Der niedersächsische Modellversuch mit vorsichtigen Lockerungen der Corona-Maßnahmen hat noch gar nicht richtig begonnen, da sorgt er bereits für Ärger, Probleme und offene Fragen. Auf Kritik stoßen insbesondere die Ansteckungszahlen als Kriterium für den Zuschlag durch die SPD/CDU-Landesregierung. So darf Hann. Münden im Süden des Landes trotz einer lokalen Sieben-Tage-Inzidenz von weit über 150 mitmachen. Dies hatte in der Region sowie bei der unterlegenen Konkurrenz große Verwunderung ausgelöst.

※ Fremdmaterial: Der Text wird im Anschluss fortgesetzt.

# QuantLib's complex-logarithm formulation of the Heston characteristic function with a
# Black-Scholes control variate, passed by its enumeration value (2 in QuantLib 1.44's
# AnalyticHestonEngine::ComplexLogFormula) rather than by its name.
CONTROL_VARIATE_FORMULATION = 2

HERE = os.path.dirname(os.path.abspath(__file__))
SEED = 20261130
UNDERLYING = "KESTREL50"

# Heston parameters for the day (equity-index-like; 2 kappa theta / sigma^2 = 0.60,
# so Feller's condition is not met: v can touch zero, which the Euler path truncates).
MODEL = {"kappa": 2.0, "theta": 0.045, "sigma": 0.55, "rho": -0.7}
RATE, DIVIDEND = 0.03, 0.015
SPOT_OPEN, V0_OPEN = 4210.5, 0.036

DAY = datetime(2026, 11, 30, tzinfo=timezone.utc)
TIMES = [DAY + timedelta(hours=9, minutes=30) + timedelta(minutes=10 * i) for i in range(38)]
PATH_DT = 1.0 / (252 * 39)  # trading-time years per 10-minute step

EXPIRY_DATES = [
    "2026-12-07", "2026-12-11", "2026-12-18", "2026-12-31", "2027-01-15", "2027-02-19",
    "2027-03-19", "2027-04-16", "2027-05-21", "2027-06-18", "2027-07-16", "2027-09-17",
    "2027-10-15", "2027-12-17", "2028-03-17", "2028-06-16", "2028-09-15", "2028-12-15",
    "2029-03-16", "2029-06-15", "2029-09-21", "2029-11-16",
]
EXPIRIES = [datetime.fromisoformat(d + "T16:00:00+00:00") for d in EXPIRY_DATES]

MIN_PRICE = 1e-7          # smallest OTM price / forward that is quoted
Z_LO, Z_HI, Z_SCALE = -4.0, 2.5, 1.2
N_BAD_SNAPSHOTS = 5

# The butterfly slice (12:00 snapshot): raw SVI w(k) = a + b (rho (k - m) + sqrt((k - m)^2 + s^2)).
BUTTERFLY_EXPIRY = "2027-12-17"
# Index of the snapshot that carries it: 12:00, mid-day, so that the latest snapshot of
# the day (what a dashboard shows first) is clean.
BUTTERFLY_AT = 15
BUTTERFLY_SVI = {"a": 0.0168, "b": 0.09, "rho": -0.81, "m": -0.345, "s": 0.076}

QL_TODAY = ql.Date(2, 1, 2026)
ql.Settings.instance().evaluationDate = QL_TODAY
DC = ql.Actual365Fixed()


def rfc3339(t: datetime) -> str:
    return t.strftime("%Y-%m-%dT%H:%M:%SZ")


def year_fraction(as_of: datetime, expiry: datetime) -> float:
    """ACT/365F with seconds (MATH.md sec. 1)."""
    return (expiry - as_of).total_seconds() / (365.0 * 86400.0)


# ------------------------------------------------------------------ closed forms

def closed_forms(tau: float, v0: float) -> dict:
    """MATH.md sec. 5: Heston variance, gamma and leverage swap levels."""
    k, th, sg, rh = MODEL["kappa"], MODEL["theta"], MODEL["sigma"], MODEL["rho"]

    def level(kap, the):
        x = kap * tau
        return the + (v0 - the) * (-math.expm1(-x)) / x

    kp = k - rh * sg
    vs = level(k, th)
    gs = level(kp, k * th / kp)
    return {"tau": tau, "variance_swap": vs, "gamma_swap": gs, "leverage_swap": gs - vs}


# ------------------------------------------------------------------ QuantLib pricing

class HestonSlice:
    """OTM Heston prices per unit forward at one tau and v0 (zero rates, spot 1)."""

    def __init__(self, tau: float, v0: float, days: int | None = None):
        d = days if days is not None else max(1, round(tau * 365.0))
        self.maturity = QL_TODAY + d
        c = tau / DC.yearFraction(QL_TODAY, self.maturity)  # exact time change
        curve = ql.YieldTermStructureHandle(ql.FlatForward(QL_TODAY, 0.0, DC))
        proc = ql.HestonProcess(curve, curve, ql.QuoteHandle(ql.SimpleQuote(1.0)),
                                c * v0, c * MODEL["kappa"], c * MODEL["theta"],
                                c * MODEL["sigma"], MODEL["rho"])
        self.engine = ql.AnalyticHestonEngine(
            ql.HestonModel(proc), CONTROL_VARIATE_FORMULATION,
            ql.FourierIntegration.expSinh(1e-14), 1e-16)
        self.tau = tau

    def otm(self, k: float) -> float:
        typ = ql.Option.Put if k < 0 else ql.Option.Call
        opt = ql.VanillaOption(ql.PlainVanillaPayoff(typ, math.exp(k)),
                               ql.EuropeanExercise(self.maturity))
        opt.setPricingEngine(self.engine)
        return opt.NPV()

    def vol(self, k: float) -> float | None:
        """Implied vol at log-moneyness k, or None when the price is too small to
        quote or the inversion does not re-price."""
        price = self.otm(k)
        return implied_vol(k, price, self.tau)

Maßgeblich sei aber der Wert des gesamten Landkreises Göttingen, rechtfertigte das Sozialministerium am Dienstag seine Entscheidung vom Sonnabend. Dieser habe deutlich unter 100 gelegen. Außerdem habe die Kreisverwaltung ausdrücklich ihr Einvernehmen für die Bewerbung von Hann. Münden erteilt. Die Stadt Göttingen selbst mit einer aktuellen Inzidenz von 58 ging dagegen wegen offener Fragen zum Sicherheitskonzept leer aus, sie setzt nun auf die vom Land angekündigte zweite Auswahlrunde.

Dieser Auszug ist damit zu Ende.